**What the task asks**
Repeat word for word every line of the data below, from the first through the line containing "for fault in", and stop there.

(Recorded data)
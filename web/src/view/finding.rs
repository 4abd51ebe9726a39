//! What a study found, set: sentences, a drawing where there is one, the table behind it, and what
//! could not be taken of what was given.

use record::study::Report;
use report::study::{Figure, Section, Table, sections};
use yew::prelude::*;

/// The sections of a report.
pub(crate) fn sections_of(report: &Report) -> Vec<Html> {
    sections(report).iter().map(section).collect()
}

/// One section.
pub(crate) fn section(section: &Section) -> Html {
    html! {
        <div class="finding">
            <h4>{ section.heading.clone() }</h4>
            if !section.faults.is_empty() {
                <ul class="complaints errors" data-testid="faults">
                    for fault in &section.faults {
                        <li>{ fault.clone() }</li>
                    }
                </ul>
            }
            for sentence in &section.verdict {
                <p class="prose">{ sentence.clone() }</p>
            }
            if let Some(figure) = &section.figure {
                <div class="scroll">{ drawn(figure) }</div>
            }
            if let Some(found) = &section.table {
                <div class="scroll" tabindex="0" role="group" aria-label={section.heading.clone()}>
                    { table(found) }
                </div>
            }
            for sentence in &section.notes {
                <p class="prose soft">{ sentence.clone() }</p>
            }
        </div>
    }
}

/// The order of the rivals; it is told in words above it. Attributes, not styles: the page's policy
/// refuses styles that stand in an element.
fn drawn(figure: &Figure) -> Html {
    let (width, height) = figure.size;
    html! {
        <svg role="img" aria-label={figure.label.clone()} viewBox={format!("0 0 {width} {height}")}
            width={width.to_string()} height={height.to_string()} fill="currentColor">
            for ([x1, y1, x2, y2], dashes) in &figure.lines {
                <line x1={x1.to_string()} y1={y1.to_string()} x2={x2.to_string()} y2={y2.to_string()}
                    stroke="currentColor" stroke-dasharray={*dashes} />
            }
            for (x, y, word) in &figure.words {
                <text x={x.to_string()} y={y.to_string()} font-style="italic">{ word.clone() }</text>
            }
            for (x, y, name) in &figure.names {
                <text x={x.to_string()} y={y.to_string()} font-weight="600" text-anchor="middle">{ name.clone() }</text>
            }
        </svg>
    }
}

fn table(table: &Table) -> Html {
    let class = |column: usize| table.words.contains(&column).then_some("word");
    html! {
        <table>
            <thead><tr>
                for (column, head) in table.head.iter().enumerate() {
                    if head.is_empty() {
                        <td />
                    } else {
                        <th scope="col" class={class(column)}>{ head.clone() }</th>
                    }
                }
            </tr></thead>
            <tbody>
                for row in &table.rows {
                    <tr>
                        for (column, cell) in row.iter().enumerate() {
                            if column == 0 {
                                <th scope="row">{ cell.clone() }</th>
                            } else {
                                <td class={class(column)}>{ cell.clone() }</td>
                            }
                        }
                    </tr>
                }
            </tbody>
        </table>
    }
}
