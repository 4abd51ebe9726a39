//! Conflicts and repairs in words.

use record::study::{Infeasibility, Repair, RivalInfeasibility, Standing};

use super::{Section, Table, and};
use crate::number::{of, short};

/// Rows of a repair that are told one by one.
const MOST_CHANGES: usize = 6;

pub(super) fn sections(report: &Infeasibility) -> Vec<Section> {
    report.rivals.iter().map(of_rival).collect()
}

fn of_rival(rival: &RivalInfeasibility) -> Section {
    let mut section = Section {
        heading: format!("Does {} have a plan? {}", rival.rival, rival.title),
        ..Section::default()
    };
    let none = match rival.standing {
        Standing::Feasible => {
            section.verdict.push(format!("{} has a plan: nothing is in conflict.", rival.rival));
            return section;
        }
        Standing::Open => {
            section
                .verdict
                .push("Whether it has a plan was not settled within the limit.".to_owned());
            return section;
        }
        Standing::NoPoint => "its relaxation has no point",
        Standing::NoWholePoint => "its relaxation has points, but no whole one",
    };
    section.verdict.push(conflict(rival, none));
    section.verdict.extend(rival.repairs.iter().map(repair));
    let mut table = Table::new(&["row", "family", "says"], &[0, 1, 2]);
    table.rows = rival
        .rows
        .iter()
        .map(|row| vec![row.row.clone(), row.family.clone(), row.says.clone()])
        .collect();
    section.table = Some(table);
    section.notes = vec![
        "A violation is in the units of the rows. Where several families may be violated it is a \
         share of the largest side of each."
            .to_owned(),
    ];
    section
}

fn conflict(rival: &RivalInfeasibility, none: &str) -> String {
    let rows = of(rival.rows.len() as u64, "row");
    let domains = if rival.variables.is_empty() {
        String::new()
    } else {
        format!(" within the domains of {}", and(&rival.variables))
    };
    let needed = if rival.irreducible {
        "; without any one of them the rest can"
    } else {
        "; whether each of them is needed was not settled"
    };
    let checked = if rival.checked { " Checked in exact arithmetic." } else { "" };
    if rival.rows.is_empty() {
        return format!("{} has no plan: its domains alone leave none.{checked}", rival.rival);
    }
    format!(
        "{} has no plan: {none}. {rows} of {} cannot hold together{domains}{needed}.{checked}",
        rival.rival,
        and(&rival.families)
    )
}

fn repair(repair: &Repair) -> String {
    let who = and(&repair.families);
    if repair.hopeless {
        return format!("Relaxing {who} alone does not help.");
    }
    let Some(violation) = repair.violation else {
        return format!("No way to relax {who} was found within the limit.");
    };
    let told = repair.changes.iter().take(MOST_CHANGES);
    let mut told: Vec<String> = told.map(|(row, by)| format!("{row} by {}", short(*by))).collect();
    let more = repair.changes.len().saturating_sub(MOST_CHANGES);
    if more > 0 {
        told.push(format!("{more} more"));
    }
    let cheapest = if repair.proved { "The cheapest way" } else { "A way" };
    let sum = if repair.families.len() > 1 { "weighted sum" } else { "sum" };
    format!("{cheapest} to relax {who}: {} ({sum} {}).", and(&told), short(violation))
}
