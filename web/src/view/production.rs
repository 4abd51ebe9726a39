//! The box for results of the team's own solver; they belong to the scenario.

use web_sys::HtmlTextAreaElement;
use yew::prelude::*;

use crate::state::document::DocumentAction;
use crate::view::hands::use_hands;

/// What a table looks like.
const EXAMPLE: &str = "instance\trival\tbound\tplan\tnodes\ttime\nMonday\tA\t151.2\t159\t20000\t60.5\n\
                       Monday\tC\t159\t159\t3\t0.5";

#[derive(Properties, PartialEq)]
pub(crate) struct PastedProps {
    pub(crate) text: String,
}

/// The box.
#[component]
pub(crate) fn Pasted(props: &PastedProps) -> Html {
    let hands = use_hands();
    let oninput = Callback::from(move |event: InputEvent| {
        let area: HtmlTextAreaElement = event.target_unchecked_into();
        if let Some(hands) = &hands {
            hands.document.dispatch(DocumentAction::Table(area.value()));
        }
    });
    html! {
        <div class="paste">
            <label for="production-text">
                { "Its results, a line for each instance and rival: the rival by its letter here, the time in seconds; \
                   what was not measured stays empty." }
            </label>
            <textarea
                id="production-text" data-testid="production-text" rows="5" spellcheck="false" wrap="off"
                placeholder={EXAMPLE} value={props.text.clone()} {oninput}
            />
        </div>
    }
}
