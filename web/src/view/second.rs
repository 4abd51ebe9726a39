//! The second opinion on a lane's root: that another LP code agrees, that it does not (large
//! enough to be noticed), or why it says nothing.

use report::opinion::{Verdict, verdict, words};
use yew::prelude::*;

use crate::state::lane::Lane;
use crate::state::words::advice;

/// The second opinion; nothing while it is not there.
pub(crate) fn second(lane: &Lane) -> Html {
    let (Some(root), Some(opinion)) = (&lane.root, &lane.second) else { return Html::default() };
    let maximise = lane.maximise();
    let (class, name) = match verdict(root, maximise, opinion) {
        Verdict::Agrees => ("small soft", "agrees"),
        Verdict::Silent => ("small soft", "silent"),
        Verdict::Refuted => ("dissent", "refuted"),
        Verdict::Undecided => ("dissent", "undecided"),
    };
    html! {
        <p {class} data-testid="second" data-verdict={name}>
            { advice(&words(root, maximise, opinion)) }
        </p>
    }
}
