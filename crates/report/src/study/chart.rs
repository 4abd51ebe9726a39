//! Charts: one frame and one key for lines of several rivals. Lines differ by their dashes, for the
//! drawings are of one colour.

use super::figure::Figure;

/// Dashes, rival by rival.
const DASHES: [&str; 6] = ["none", "9 4", "2 3", "9 3 2 3", "5 3", "14 4"];

/// The frame of a chart, in pixels: it is as wide as a phone shows.
const LEFT: usize = 44;
const RIGHT: usize = 280;
const TOP: usize = 28;
const BOTTOM: usize = 188;
const WIDTH: usize = 350;

/// A chart: values from 0 to 1 across and up.
#[derive(Debug)]
pub(super) struct Chart(pub(super) Figure);

impl Chart {
    /// An empty chart, with a word for each axis and the rivals' key.
    pub(super) fn new(label: String, across: &str, up: &str, rivals: &[&str]) -> Self {
        let height = (BOTTOM + 44).max(TOP + rivals.len() * 18);
        let mut figure = Figure { label, size: (WIDTH, height), ..Figure::default() };
        figure.labels.push((0, 14, "start", up.to_owned()));
        figure.labels.push((
            usize::midpoint(LEFT, RIGHT),
            BOTTOM + 36,
            "middle",
            across.to_owned(),
        ));
        for (place, rival) in rivals.iter().enumerate() {
            let y = TOP + place * 18;
            figure.lines.push(([RIGHT + 16, y, RIGHT + 44, y], dashes(place)));
            figure.labels.push((RIGHT + 50, y + 4, "start", (*rival).to_owned()));
        }
        Self(figure)
    }

    /// A tick across with its words.
    pub(super) fn tick_across(&mut self, share: f64, words: String) {
        let (x, _) = at(share, 0.0);
        self.0.rules.push([x, BOTTOM, x, BOTTOM + 4]);
        self.0.labels.push((x, BOTTOM + 18, "middle", words));
    }

    /// A tick up, with a line across.
    pub(super) fn tick_up(&mut self, share: f64, words: String) {
        let (_, y) = at(0.0, share);
        self.0.rules.push([LEFT, y, RIGHT, y]);
        self.0.labels.push((LEFT - 6, y + 4, "end", words));
    }

    /// A rival's line through points.
    pub(super) fn line(&mut self, rival: usize, points: &[(f64, f64)]) {
        for pair in points.windows(2) {
            let ((x1, y1), (x2, y2)) = (at(pair[0].0, pair[0].1), at(pair[1].0, pair[1].1));
            self.0.lines.push(([x1, y1, x2, y2], dashes(rival)));
        }
    }

    /// A grey line between two points.
    pub(super) fn rule(&mut self, from: (f64, f64), to: (f64, f64)) {
        let ((x1, y1), (x2, y2)) = (at(from.0, from.1), at(to.0, to.1));
        self.0.rules.push([x1, y1, x2, y2]);
    }

    /// A mark at a point.
    pub(super) fn mark(&mut self, (across, up): (f64, f64), full: bool) {
        let (x, y) = at(across, up);
        self.0.marks.push((x, y, full));
    }
}

fn dashes(rival: usize) -> &'static str {
    DASHES[rival % DASHES.len()]
}

fn at(across: f64, up: f64) -> (usize, usize) {
    (LEFT + pixels(across, RIGHT - LEFT), BOTTOM - pixels(up, BOTTOM - TOP))
}

/// A share of a length in whole pixels; what lies outside stands at its ends.
pub(super) fn pixels(share: f64, length: usize) -> usize {
    let length_u32 = u32::try_from(length).unwrap_or(0);
    let wanted = share * f64::from(length_u32);
    (0..=length_u32)
        .take_while(|&at| f64::from(at) <= wanted + 0.5)
        .last()
        .map_or(0, |at| at as usize)
}

/// The binary logarithm of a number over 0, by squaring: the same on every machine, to a thousandth.
pub(super) fn log2(number: f64) -> f64 {
    let (mut x, mut whole) = (number, 0.0);
    while x >= 2.0 && whole < 1_100.0 {
        (x, whole) = (x / 2.0, whole + 1.0);
    }
    while x < 1.0 && x > 0.0 {
        (x, whole) = (x * 2.0, whole - 1.0);
    }
    let mut bit = 0.5;
    for _ in 0..12 {
        x *= x;
        if x >= 2.0 {
            (x, whole) = (x / 2.0, whole + bit);
        }
        bit /= 2.0;
    }
    whole
}

#[cfg(test)]
mod tests {
    use super::*;

    #[test]
    fn logarithms_are_those_of_powers_and_of_a_known_value() {
        assert_eq!([1.0, 2.0, 1024.0, 0.25].map(log2), [0.0, 1.0, 10.0, -2.0]);
        assert!((log2(10.0) - std::f64::consts::LOG2_10).abs() < 1e-3, "{}", log2(10.0));
        assert!(log2(f64::INFINITY) >= 1_100.0 && log2(0.0) == 0.0);
    }

    #[test]
    fn shares_beyond_the_ends_stand_at_them() {
        assert_eq!(
            [-1.0, 0.0, 0.5, 1.0, 7.0, f64::NAN].map(|share| pixels(share, 10)),
            [0, 0, 5, 10, 10, 0]
        );
    }
}
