//! Two plans side by side: the one on which rivals differ, and the nearest one that the other admits.
//! Elements stand on a circle and pairs are arrows between them; a dashed arrow is in one of the plans
//! alone. Plans that are no pairs of few elements are written value by value, with a dot before what is in
//! one of them alone.

use record::results::SolutionEntry;
use record::study::Counterexample;

use super::{Figure, entries};
use crate::spring::places;

/// Elements at most that are drawn.
const MOST_ELEMENTS: usize = 16;
/// Letters of a name at most, and values of a plan that are written.
const MOST_LETTERS: usize = 14;
const MOST_VALUES: usize = 16;
/// The height of a line of words.
const LINE: usize = 20;
/// Width and height of a plan, the radius of the circle, and room for names.
const SIDE: f64 = 320.0;
const RADIUS: f64 = 84.0;
const NAME: f64 = 22.0;
/// Room for the line above a plan.
const HEAD: f64 = 28.0;
/// How far an arrow ends before its element, how long its barbs are, and how far to the right of the
/// straight line it runs, so that there and back are two.
const GAP: f64 = 14.0;
const BARB: f64 = 7.0;
const ASIDE: f64 = 4.0;

type Place = (f64, f64);

/// The drawing of a counterexample; `None` where its plan is nothing but zeros.
pub(super) fn figure(example: &Counterexample) -> Option<Figure> {
    circles(example).or_else(|| listed(example))
}

/// Both plans value by value.
fn listed(example: &Counterexample) -> Option<Figure> {
    if example.plan.is_empty() {
        return None;
    }
    let mut out = empty(example);
    let mut rows = 0;
    let plans = [(&example.plan, &example.nearest), (&example.nearest, &example.plan)];
    for (side, (plan, other)) in plans.into_iter().enumerate() {
        let alone = |entry: &SolutionEntry| !other.is_empty() && !other.contains(entry);
        let mark = |place: usize| plan.get(place).is_some_and(alone);
        let lines: Vec<String> = entries(plan, MOST_VALUES)
            .into_iter()
            .enumerate()
            .map(|(place, text)| if mark(place) { "• ".to_owned() + &text } else { text })
            .collect();
        rows = rows.max(lines.len());
        let x = side * whole(SIDE) + 12;
        let placed = lines.into_iter().enumerate();
        out.words.extend(placed.map(|(row, text)| (x, whole(HEAD) + LINE * (row + 1), text)));
    }
    out.size.1 = whole(HEAD) + LINE * (rows + 1);
    Some(out)
}

/// The drawing with its words and no plan.
fn empty(example: &Counterexample) -> Figure {
    let (own, other) = (&example.admitted_by, &example.refused_by);
    let mut out = Figure {
        label: format!("The plan that {own} admits and {other} refuses"),
        size: (whole(SIDE), whole(SIDE + HEAD)),
        ..Figure::default()
    };
    let head = |side: f64, text: String| (whole(side * SIDE + 12.0), 18, text);
    let refused = if example.values.is_some() { "values it otherwise" } else { "does not" };
    out.words.push(head(0.0, format!("{own} admits it, {other} {refused}")));
    if !example.nearest.is_empty() {
        out.label += &format!(", and the nearest plan that {other} admits");
        out.size.0 *= 2;
        out.words.push(head(1.0, format!("the nearest that {other} admits")));
    }
    out
}

/// Both plans as arrows; `None` where they are not pairs of few elements.
fn circles(example: &Counterexample) -> Option<Figure> {
    let (plan, nearest) = (pairs(&example.plan)?, pairs(&example.nearest)?);
    let mut elements: Vec<&str> = example.elements.iter().map(String::as_str).collect();
    for name in plan.iter().chain(&nearest).flat_map(|(from, to)| [*from, *to]) {
        if !elements.contains(&name) {
            elements.push(name);
        }
    }
    if elements.len() > MOST_ELEMENTS || plan.is_empty() {
        return None;
    }
    let mut out = empty(example);
    draw(&mut out, 0.0, &elements, (&plan, &nearest));
    if !nearest.is_empty() {
        draw(&mut out, 1.0, &elements, (&nearest, &plan));
    }
    Some(out)
}

/// The pairs that a plan uses; `None` where it uses anything else.
fn pairs(plan: &[SolutionEntry]) -> Option<Pairs<'_>> {
    let pair = |entry: &SolutionEntry| entry.indices.len() == 2 && entry.value > 0.5;
    plan.iter().all(pair).then(|| {
        plan.iter().map(|entry| (entry.indices[0].as_str(), entry.indices[1].as_str())).collect()
    })
}

type Pairs<'p> = Vec<(&'p str, &'p str)>;

fn draw(out: &mut Figure, side: f64, elements: &[&str], (plan, other): (&Pairs, &Pairs)) {
    let centre = (side * SIDE + SIDE / 2.0, HEAD + SIDE / 2.0);
    // Without edges the vertices stand on a circle.
    let circle = places(elements.len(), &[]);
    let at = |radius: f64, place: usize| {
        let (x, y) = circle[place];
        (centre.0 + 2.0 * radius * (x - 0.5), centre.1 + 2.0 * radius * (y - 0.5))
    };
    for (place, name) in elements.iter().enumerate() {
        let (x, y) = at(RADIUS + NAME, place);
        out.names.push((whole(x), whole(y + 4.0), shortened(name)));
    }
    let place = |name: &str| elements.iter().position(|known| *known == name);
    for pair in plan {
        let (Some(from), Some(to)) = (place(pair.0), place(pair.1)) else { continue };
        let both = other.is_empty() || other.contains(pair);
        let dashes = if both { "none" } else { "5 4" };
        arrow(out, (at(RADIUS, from), at(RADIUS, to)), dashes);
    }
}

fn shortened(name: &str) -> String {
    if name.chars().count() <= MOST_LETTERS {
        return name.to_owned();
    }
    name.chars().take(MOST_LETTERS - 1).chain(['…']).collect()
}

fn arrow(out: &mut Figure, ((x1, y1), (x2, y2)): (Place, Place), dashes: &'static str) {
    let length = ((x2 - x1) * (x2 - x1) + (y2 - y1) * (y2 - y1)).sqrt();
    if length < 2.0 * GAP {
        return;
    }
    let (along, across) = (((x2 - x1) / length, (y2 - y1) / length), ASIDE);
    let at = |from: f64, right: f64| {
        let (x, y) = (x1 + along.0 * from - along.1 * right, y1 + along.1 * from + along.0 * right);
        (whole(x), whole(y))
    };
    let tip = at(length - GAP, across);
    let mut line = |(x, y): (usize, usize), dashes| out.lines.push(([x, y, tip.0, tip.1], dashes));
    line(at(GAP, across), dashes);
    line(at(length - GAP - BARB, across + BARB / 2.0), "none");
    line(at(length - GAP - BARB, across - BARB / 2.0), "none");
}

/// A place in whole pixels; nothing lies left of or above the drawing.
fn whole(value: f64) -> usize {
    #[allow(clippy::cast_possible_truncation, clippy::cast_sign_loss, reason = "0 to 1,000")]
    let pixels = (if value > 0.0 { value + 0.5 } else { 0.0 }) as usize;
    pixels
}

#[cfg(test)]
mod tests {
    use super::*;

    fn plan(pairs: &[(&str, &str)]) -> Vec<SolutionEntry> {
        let entry = |(from, to): &(&str, &str)| SolutionEntry {
            variable: "x".to_owned(),
            indices: vec![(*from).to_owned(), (*to).to_owned()],
            value: 1.0,
        };
        pairs.iter().map(entry).collect()
    }

    #[test]
    fn two_plans_stand_side_by_side_and_what_differs_is_dashed() {
        let example = Counterexample {
            admitted_by: "A".to_owned(),
            refused_by: "B".to_owned(),
            plan: plan(&[("p", "q"), ("q", "p"), ("r", "s"), ("s", "r")]),
            nearest: plan(&[("p", "q"), ("q", "r"), ("r", "s"), ("s", "p")]),
            ..Counterexample::default()
        };
        let drawn = figure(&example).unwrap_or_default();
        let dashed = drawn.lines.iter().filter(|(_, dashes)| *dashes == "5 4").count();
        assert_eq!((drawn.lines.len(), dashed, drawn.names.len()), (24, 4, 8), "{drawn:?}");
        assert!(drawn.svg().contains(">the nearest that B admits<"));
        // One index is no pair: value by value, and what is in one plan alone has a dot.
        let mut other = example;
        other.plan[0].indices.pop();
        let drawn = figure(&other).unwrap_or_default();
        assert!(drawn.lines.is_empty(), "{drawn:?}");
        let dotted = drawn.words.iter().filter(|(_, _, word)| word.starts_with('•')).count();
        assert_eq!(dotted, 6, "{drawn:?}");
    }
}
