//! A number on the page: four significant digits, the full value on demand.

use report::number::{full, percent, short};
use yew::prelude::*;

/// A number; a dash where there is none.
pub(crate) fn figure(value: Option<f64>) -> Html {
    match value {
        Some(value) => {
            html! { <data value={value.to_string()} title={full(value)}>{ short(value) }</data> }
        }
        None => html! { <span class="none">{ "–" }</span> },
    }
}

/// A share as a percentage; a dash where there is none.
pub(crate) fn share(value: Option<f64>) -> Html {
    match value {
        Some(value) => {
            html! { <data value={value.to_string()} title={full(value)}>{ percent(value) }</data> }
        }
        None => html! { <span class="none">{ "–" }</span> },
    }
}

/// |incumbent − bound| / |incumbent|; none without an incumbent, or at 0.
pub(crate) fn gap(incumbent: Option<f64>, bound: Option<f64>) -> Option<f64> {
    let (incumbent, bound) = (incumbent?, bound?);
    let size = incumbent.abs();
    (size > 0.0).then(|| (incumbent - bound).abs() / size)
}

#[cfg(test)]
mod tests {
    use super::gap;

    #[test]
    fn the_gap_is_relative_to_the_incumbent() {
        assert_eq!(gap(Some(200.0), Some(150.0)), Some(0.25));
        assert_eq!(gap(Some(0.0), Some(1.0)), None);
        assert_eq!(gap(None, Some(1.0)), None);
    }
}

**Result for this exercise**
filename web/src/view/finding.rs
repository 4abd51ebe9726a39
//! What a study found, set: sentences, a drawing where there is one, the table behind it, and what
//! could not be taken of what was given.

use record::study::Report;
use report::study::{Figure, Section, Table, sections};
use yew::prelude::*;

/// The sections of a report.
pub(crate) fn sections_of(report: &Report) -> Vec<Html> {
    sections(report).iter().map(section).collect()
}

/// One section.
pub(crate) fn section(section: &Section) -> Html {
    html! {
        <div class="finding">
            <h4>{ section.heading.clone() }</h4>
            if !section.faults.is_empty() {
                <ul class="complaints errors" data-testid="faults">
                    for fault in &section.faults {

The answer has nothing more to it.